"""Command line: parse arguments, call the library, report. No numerics here.

Exit status: 0 success, 2 bad input (one line on stderr), 1 internal error.
"""

from __future__ import annotations

import os
import sys
from importlib import resources
from pathlib import Path

import click
import numpy as np

from . import __version__
from .errors import TrichargeError
from .units import LENGTH_UNITS

#: Built-in demos (our own invented scenarios), files in tricharge/data/ (links to meshes/).
DEMOS = {"hv": "demo_hv.toml", "header": "demo_header.msh", "package": "demo_package.toml"}
DEFAULT_DEMO = "hv"


def _echo(text: str, quiet: bool) -> None:
    if not quiet:
        click.echo(text)


class _Progress:
    """Progress bars on stderr for long solves; silent when quiet or not a terminal."""

    def __init__(self, quiet: bool):
        self.enabled = not quiet and sys.stderr.isatty()
        self.bar, self.stage = None, None

    def __call__(self, stage: str, done: int, total: int) -> None:
        if not self.enabled:
            return
        from tqdm import tqdm

        if stage != self.stage:
            self.close()
            self.stage = stage
            unit = "it" if stage == "iterations" else "panels" if stage == "near field" else "step"
            self.bar = tqdm(total=None if stage == "iterations" else total, desc=stage, unit=unit, leave=False,
                            file=sys.stderr)
        self.bar.update(done - self.bar.n)

    def close(self) -> None:
        if self.bar is not None:
            self.bar.close()
            self.bar = None


def _solve_and_report(path: Path, unit: str | None, json_path: Path | None, quiet: bool, method: str = "auto",
                      tol: float = 1e-6) -> None:
    from .io.export import check_writable, write_json
    from .io.modelfile import load
    from .io.text import plural, result_report
    from .pipeline import solve

    if json_path is not None:
        check_writable(json_path)
    model = load(path, unit=unit)
    unit = model.unit
    _echo(f"read {path.name}: {plural(len(model.conductors), 'conductor')} ({', '.join(model.conductor_names)}), "
          f"{plural(model.n_panels, 'panel')}; solving ...", quiet)
    progress = _Progress(quiet)
    try:
        result = solve(model, method=method, tol=tol, progress=progress)
    finally:
        progress.close()
    _echo(result_report(result, source=path.name, unit=unit, version=__version__), quiet)
    if json_path is not None:
        write_json(json_path, result, input_file=str(path), unit=unit, tricharge_version=__version__)
        _echo(f"\nwrote {json_path}", quiet)


@click.group(context_settings={"help_option_names": ["-h", "--help"]})
@click.version_option(__version__, prog_name="tricharge")
def cli():
    """Capacitance matrices and surface fields of 3D conductors (boundary elements)."""


_unit_option = click.option("--unit", "unit", type=click.Choice(list(LENGTH_UNITS)), default=None,
                            help="Length unit of the mesh coordinates [default: m, or the model file's unit].")
_json_option = click.option("--json", "json_path", type=click.Path(dir_okay=False, path_type=Path),
                            help="Also write the result as JSON to this file.")
_quiet_option = click.option("--quiet", "-q", is_flag=True, help="Print nothing but errors.")
_method_option = click.option("--method", type=click.Choice(["auto", "dense", "fast"]), default="auto",
                              show_default=True,
                              help="dense: stored matrix and LU (small models); fast: multipole and GMRES, memory "
                                   "growing linearly; auto: dense up to 3,000 panels.")
_tol_option = click.option("--tol", type=click.FloatRange(1e-12, 1e-2), default=1e-6, show_default=True,
                           help="Relative residual of the iterative (fast) solve.")


@cli.command()
@click.argument("input_path", metavar="INPUT", type=click.Path(path_type=Path))
@_unit_option
@_json_option
@_method_option
@_tol_option
@_quiet_option
def solve(input_path: Path, unit: str | None, json_path: Path | None, method: str, tol: float, quiet: bool):
    """Capacitance matrix of the conductors in INPUT: a surface mesh (.msh .stl .obj .ply
    .vtk .vtu) or a model file (.toml) that says what the mesh surfaces are.

    In a bare mesh each Gmsh physical surface group is one conductor; without groups,
    each connected piece of surface is one, named c1, c2, ... .
    """
    _solve_and_report(input_path, unit, json_path, quiet, method, tol)


def _pairs(values, parse, what: str) -> dict:
    """NAME=VALUE options into a dict, values parsed by ``parse``."""
    from .errors import OptionError

    out = {}
    for item in values:
        name, sep, value = item.partition("=")
        if not sep or not name.strip():
            raise OptionError(f"{what} {item!r}: write NAME=VALUE, e.g. hv=12kV")
        out[name.strip()] = parse(value, what=f"{what} {name.strip()}")
    return out
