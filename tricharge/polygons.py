"""Polygons (faces with more than three corners) split into triangles that cover exactly
the polygon: quads by the diagonal that lies inside, larger polygons by ear clipping in
their best-fit plane. Polygons that cannot be split so (crossing themselves, far from
flat, without area) are refused. numpy only; no files.

Triangles keep the polygon's orientation (right-hand rule around its corners) and come
out polygon by polygon, in input order; a convex polygon gives the same fan of
triangles from its first corner as a plain fan split would.
"""

from __future__ import annotations

import numpy as np

from .errors import MeshError
from .mesh import DEGENERATE_AREA_FRACTION

#: A polygon is refused as far from flat when one of its corners lies farther from its
#: best-fit plane than this fraction of the diagonal of its bounding box (our choice, no
#: source: a quad twisted so far bends by about 30 degrees across its diagonal).
FLATNESS_FRACTION = 0.1

#: Largest polygon that is not convex which is split (ear clipping and the
#: self-crossing check cost about the square of the corners; our choice, no source).
MAX_CONCAVE_CORNERS = 2000

#: Orientation tests treat values below this fraction of the squared size as zero
#: (a few hundred float64 roundings; common practice, no source).
ORIENTATION_EPS = 1e-12


class PolygonError(MeshError):
    """A polygon cannot be split into triangles; ``polygon`` is its index in the input,
    ``reason`` says why (a phrase like "crosses itself")."""

    def __init__(self, polygon: int, reason: str):
        super().__init__(f"polygon {polygon} {reason}")
        self.polygon, self.reason = polygon, reason


def triangulate_polygons(points, polygons) -> tuple[np.ndarray, np.ndarray]:
    """Split polygons with the same number of corners into triangles.

    Parameters
    ----------
    points : (n, 3) float, any length unit
    polygons : (k, p) int, corner indices into ``points``, p >= 3

    Returns
    -------
    triangles : (t, 3) int64
    owner : (t,) int64, the polygon each triangle comes from (non-decreasing)

    Raises
    ------
    PolygonError for a polygon that crosses or touches itself, is far from flat, has no
    area, or is not convex and has more than MAX_CONCAVE_CORNERS corners.

    >>> square = np.array([[0, 0, 0], [1, 0, 0], [1, 1, 0], [0, 1, 0]], float)
    >>> triangulate_polygons(square, [[0, 1, 2, 3]])[0].tolist()
    [[0, 1, 2], [0, 2, 3]]
    """
    cells = np.asarray(polygons, dtype=np.int64)
    k, p = cells.shape
    if p == 3 or k == 0:
        return cells.reshape(-1, 3), np.arange(len(cells), dtype=np.int64)
    corners = np.asarray(points, dtype=np.float64)[cells]
    fan = _fan_is_inside(corners)
    pieces = [(_fan(cells[fan]), np.repeat(np.flatnonzero(fan), p - 2))]
    if p == 4:  # a quad the diagonal 0-2 does not split may be split by 1-3
        other = ~fan & _other_diagonal(corners)
        pieces.append((_fan(np.roll(cells[other], -1, axis=1)), np.repeat(np.flatnonzero(other), 2)))
        fan |= other
    for i in np.flatnonzero(~fan):
        local = _split_one(corners[i], i)
        pieces.append((cells[i][local], np.full(len(local), i, dtype=np.int64)))
    triangles = np.concatenate([t for t, _ in pieces]).reshape(-1, 3)
    owner = np.concatenate([o for _, o in pieces])
    order = np.argsort(owner, kind="stable")
    return triangles[order], owner[order]


def _fan(cells: np.ndarray) -> np.ndarray:
    """Fan split (k, p) -> (k * (p - 2), 3) from each polygon's first corner."""
    p = cells.shape[1]
    return np.stack([cells[:, [0, i, i + 1]] for i in range(1, p - 1)], axis=1).reshape(-1, 3)


def newell_normals(corners: np.ndarray) -> np.ndarray:
    """(k, 3) Newell normals of polygons ``corners`` (k, p, 3): length twice the area of
    the polygon projected on its plane, direction by the right-hand rule."""
    return np.cross(corners, np.roll(corners, -1, axis=1)).sum(axis=1)


def _fan_is_inside(corners: np.ndarray) -> np.ndarray:
    """(k,) True where the fan from the first corner covers the polygon exactly: the
    polygon is flat enough, and (quads) both fan triangles turn the way the polygon
    does, i.e. the diagonal 0-2 lies inside, or (more corners) every corner turns that
    way and the boundary winds round once (convex). Non-finite corners: True (the fan
    is kept; the mesh checks refuse such coordinates later)."""
    finite = np.isfinite(corners).all(axis=(1, 2))
    c = np.where(finite[:, None, None], corners, 0.0)
    normal = newell_normals(c)
    area2 = np.linalg.norm(normal, axis=1)
    size2 = np.einsum("kd,kd->k", np.ptp(c, axis=1), np.ptp(c, axis=1))
    eps = ORIENTATION_EPS * size2 * area2
    bend = np.abs(np.einsum("kpd,kd->kp", c - c.mean(axis=1, keepdims=True), normal)).max(axis=1)
    flat = bend <= FLATNESS_FRACTION * np.sqrt(size2) * area2
    if c.shape[1] == 4:
        fan_normals = np.cross(c[:, 1:-1] - c[:, :1], c[:, 2:] - c[:, :1])
        turns_left = (np.einsum("ktd,kd->kt", fan_normals, normal) > eps[:, None]).all(axis=1)
    else:
        edges = np.roll(c, -1, axis=1) - c
        following = np.roll(edges, -1, axis=1)
        turn = np.einsum("kpd,kd->kp", np.cross(edges, following), normal)
        # |e| |f| sin(turn), positive where a corner turns as the polygon does
        sine = turn / np.maximum(area2, np.finfo(float).tiny)[:, None]
        angle = np.arctan2(sine, np.einsum("kpd,kpd->kp", edges, following))
        turns_left = (turn > eps[:, None]).all(axis=1) & (np.abs(angle.sum(axis=1) - 2 * np.pi) < np.pi)
    return ~finite | (turns_left & flat)


def _other_diagonal(corners: np.ndarray) -> np.ndarray:
    """(k,) True where quads (k, 4, 3) are split correctly by the diagonal 1-3 (both
    triangles turn the way the quad does) and are flat enough."""
    return _fan_is_inside(np.roll(corners, -1, axis=1))


def _split_one(corners: np.ndarray, index: int) -> np.ndarray:
    """Local triangles (t, 3) of one polygon (p, 3) that the fan does not cover exactly."""
    keep = np.flatnonzero(np.any(corners != np.roll(corners, 1, axis=0), axis=1))
    if len(keep) < 3:
        raise PolygonError(index, "has fewer than three distinct corners (no area)")
    c = corners[keep]
    normal = newell_normals(c[None])[0]
    area2, size = float(np.linalg.norm(normal)), float(np.linalg.norm(np.ptp(c, axis=0)))
    if area2 <= DEGENERATE_AREA_FRACTION * size**2:  # the threshold of a degenerate triangle
        raise PolygonError(index, "has no area (its corners lie on one line, or its loops cancel)")
    unit = normal / area2
    bend = float(np.abs((c - c.mean(axis=0)) @ unit).max())
    if bend > FLATNESS_FRACTION * size:
        raise PolygonError(index, f"is far from flat (a corner lies {bend / size:.0%} of its size off its plane)")
    if len(c) > MAX_CONCAVE_CORNERS:
        raise PolygonError(index, f"is not convex and has {len(c):,} corners, more than the {MAX_CONCAVE_CORNERS:,} "
                                  "tricharge splits")
    flat = _in_plane(c, unit)
    if _crosses_itself(flat, ORIENTATION_EPS * size**2):
        raise PolygonError(index, "crosses or touches itself")
    return keep[_ear_clip(flat, ORIENTATION_EPS * size**2, index)]


def _in_plane(c: np.ndarray, unit: np.ndarray) -> np.ndarray:
    """(p, 2) coordinates in the plane normal to ``unit``, counter-clockwise seen from it."""
    helper = np.eye(3)[np.argmin(np.abs(unit))]
    u = np.cross(unit, helper)
    u /= np.linalg.norm(u)
    v = np.cross(unit, u)
    centred = c - c.mean(axis=0)
    return np.column_stack([centred @ u, centred @ v])


def _orient(a, b, c):
    """Twice the signed area of triangles (a, b, c), 2D points (..., 2); positive when
    counter-clockwise."""
    return (b[..., 0] - a[..., 0]) * (c[..., 1] - a[..., 1]) - (b[..., 1] - a[..., 1]) * (c[..., 0] - a[..., 0])


def _crosses_itself(flat: np.ndarray, eps: float) -> bool:
    """True when two edges of the closed polyline ``flat`` (p, 2) cross or touch, other
    than neighbours at their shared corner (a neighbour folding back counts)."""
    p = len(flat)
    a, b = flat, np.roll(flat, -1, axis=0)
    before = np.roll(a, 1, axis=0)
    if np.any((np.abs(_orient(before, a, b)) <= eps) & (np.einsum("pd,pd->p", a - before, b - a) < 0)):
        return True
    slack = np.sqrt(eps)
    for i in range(0, p, 256):  # edges i.. against every later edge that is not a neighbour
        ii, jj = np.meshgrid(np.arange(i, min(i + 256, p)), np.arange(p), indexing="ij")
        pair = (jj > ii + 1) & ~((ii == 0) & (jj == p - 1))
        ii, jj = ii[pair], jj[pair]
        if len(ii) and _segments_meet(a[ii], b[ii], a[jj], b[jj], eps, slack).any():
            return True
    return False


def _segments_meet(a, b, c, d, eps: float, slack: float) -> np.ndarray:
    """(s,) True where closed segments a-b and c-d (each (s, 2)) share a point;
    orientations within ``eps`` count as zero, ``slack`` is a length tolerance."""
    o1, o2, o3, o4 = _orient(a, b, c), _orient(a, b, d), _orient(c, d, a), _orient(c, d, b)
    clear = (np.abs(o1) > eps) & (np.abs(o2) > eps) & (np.abs(o3) > eps) & (np.abs(o4) > eps)
    proper = clear & (o1 * o2 < 0) & (o3 * o4 < 0)

    def on(p, q, r, o):  # r on segment p-q
        inside = (r >= np.minimum(p, q) - slack) & (r <= np.maximum(p, q) + slack)
        return (np.abs(o) <= eps) & inside.all(axis=-1)

    return proper | on(a, b, c, o1) | on(a, b, d, o2) | on(c, d, a, o3) | on(c, d, b, o4)


def _ear_clip(flat: np.ndarray, eps: float, index: int) -> np.ndarray:
    """(p - 2, 3) local triangles of a simple counter-clockwise polygon (p, 2)."""
    p = len(flat)
    after, before = np.roll(np.arange(p), -1), np.roll(np.arange(p), 1)
    alive = np.ones(p, dtype=bool)
    triangles, cur, misses, left = [], 0, 0, p
    while left > 3:
        prev, nxt = before[cur], after[cur]
        if _is_ear(flat, alive, prev, cur, nxt, eps):
            triangles.append((prev, cur, nxt))
            alive[cur], after[prev], before[nxt] = False, nxt, prev
            left, misses, cur = left - 1, 0, prev
        else:
            misses += 1
            if misses > left:
                raise PolygonError(index, "cannot be split into triangles (no corner can be cut off)")
            cur = nxt
    cur = int(np.flatnonzero(alive)[0])
    triangles.append((cur, after[cur], after[after[cur]]))
    return np.array(triangles, dtype=np.int64)


def _is_ear(flat, alive, prev, cur, nxt, eps) -> bool:
    """True when the corner ``cur`` turns left and no other remaining corner lies in or
    on the triangle (prev, cur, nxt)."""
    a, b, c = flat[prev], flat[cur], flat[nxt]
    if _orient(a, b, c) <= eps:
        return False
    others = alive.copy()
    others[[prev, cur, nxt]] = False
    q = flat[others]
    inside = (_orient(a, b, q) >= -eps) & (_orient(b, c, q) >= -eps) & (_orient(c, a, q) >= -eps)
    return not inside.any()
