"""What the machine can give a run: memory, checked before any large allocation.

The numerics (:mod:`tricharge.bem`) estimate how many bytes a solve needs; this module
asks the operating system how many are available and refuses, with advice, a request
that cannot fit, so a run fails in a second with a clear line instead of swapping or
dying with MemoryError after minutes of work.
"""

from __future__ import annotations

import os
from pathlib import Path

from .errors import OptionError

#: Share of the available memory a run may plan to use (the rest is headroom for the
#: interpreter, libraries and estimates that are rough; our choice, no source).
USABLE_SHARE = 0.8


def _meminfo_available() -> int | None:
    try:
        for line in Path("/proc/meminfo").read_text().splitlines():
            if line.startswith("MemAvailable:"):
                return int(line.split()[1]) * 1024
    except (OSError, ValueError, IndexError):
        return None
    return None


def _cgroup_available() -> int | None:
    """Room left under a cgroup v2 memory limit (containers), or None without one."""
    try:
        limit = Path("/sys/fs/cgroup/memory.max").read_text().strip()
        used = int(Path("/sys/fs/cgroup/memory.current").read_text().strip())
    except (OSError, ValueError):
        return None
    return None if limit == "max" else max(int(limit) - used, 0)


def available_memory() -> int | None:
    """Bytes this process can still allocate without swapping, or None when unknown.

    ``TRICHARGE_MEMORY_BYTES`` overrides the figure (tests, shared machines with their
    own budgets).
    """
    override = os.environ.get("TRICHARGE_MEMORY_BYTES")
    if override:
        try:
            value = int(float(override))
        except ValueError:
            raise OptionError(f"TRICHARGE_MEMORY_BYTES={override!r}: give a number of bytes, e.g. 8e9") from None
        if value <= 0:
            raise OptionError(f"TRICHARGE_MEMORY_BYTES={override!r}: give a positive number of bytes")
        return value
    found = [x for x in (_meminfo_available(), _cgroup_available()) if x is not None]
    if not found and hasattr(os, "sysconf"):
        try:
            found.append(os.sysconf("SC_AVPHYS_PAGES") * os.sysconf("SC_PAGE_SIZE"))
        except (ValueError, OSError):
            pass
    return min(found) if found else None


def gib(nbytes: float) -> str:
    """'3.2 GiB' (binary gigabytes, one decimal).

    >>> gib(3.5 * 2**30)
    '3.5 GiB'
    """
    return f"{nbytes / 2**30:.1f} GiB"


def check_memory(needed: float, what: str, advice: str) -> None:
    """Refuse (OptionError) when ``needed`` bytes exceed the usable share of the
    available memory; ``what`` names the request, ``advice`` says what to do instead."""
    available = available_memory()
    if available is None or needed <= USABLE_SHARE * available:
        return
    raise OptionError(f"{what} needs about {gib(needed)} of memory but this machine has {gib(available)} "
                      f"available; {advice}")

..........

> _Assigned task_: Only lines that include "needs" belong in the answer; return them from the entries above.

> _Response to this exercise_:
The numerics (:mod:`tricharge.bem`) estimate how many bytes a solve needs; this module
    raise OptionError(f"{what} needs about {gib(needed)} of memory but this machine has {gib(available)} "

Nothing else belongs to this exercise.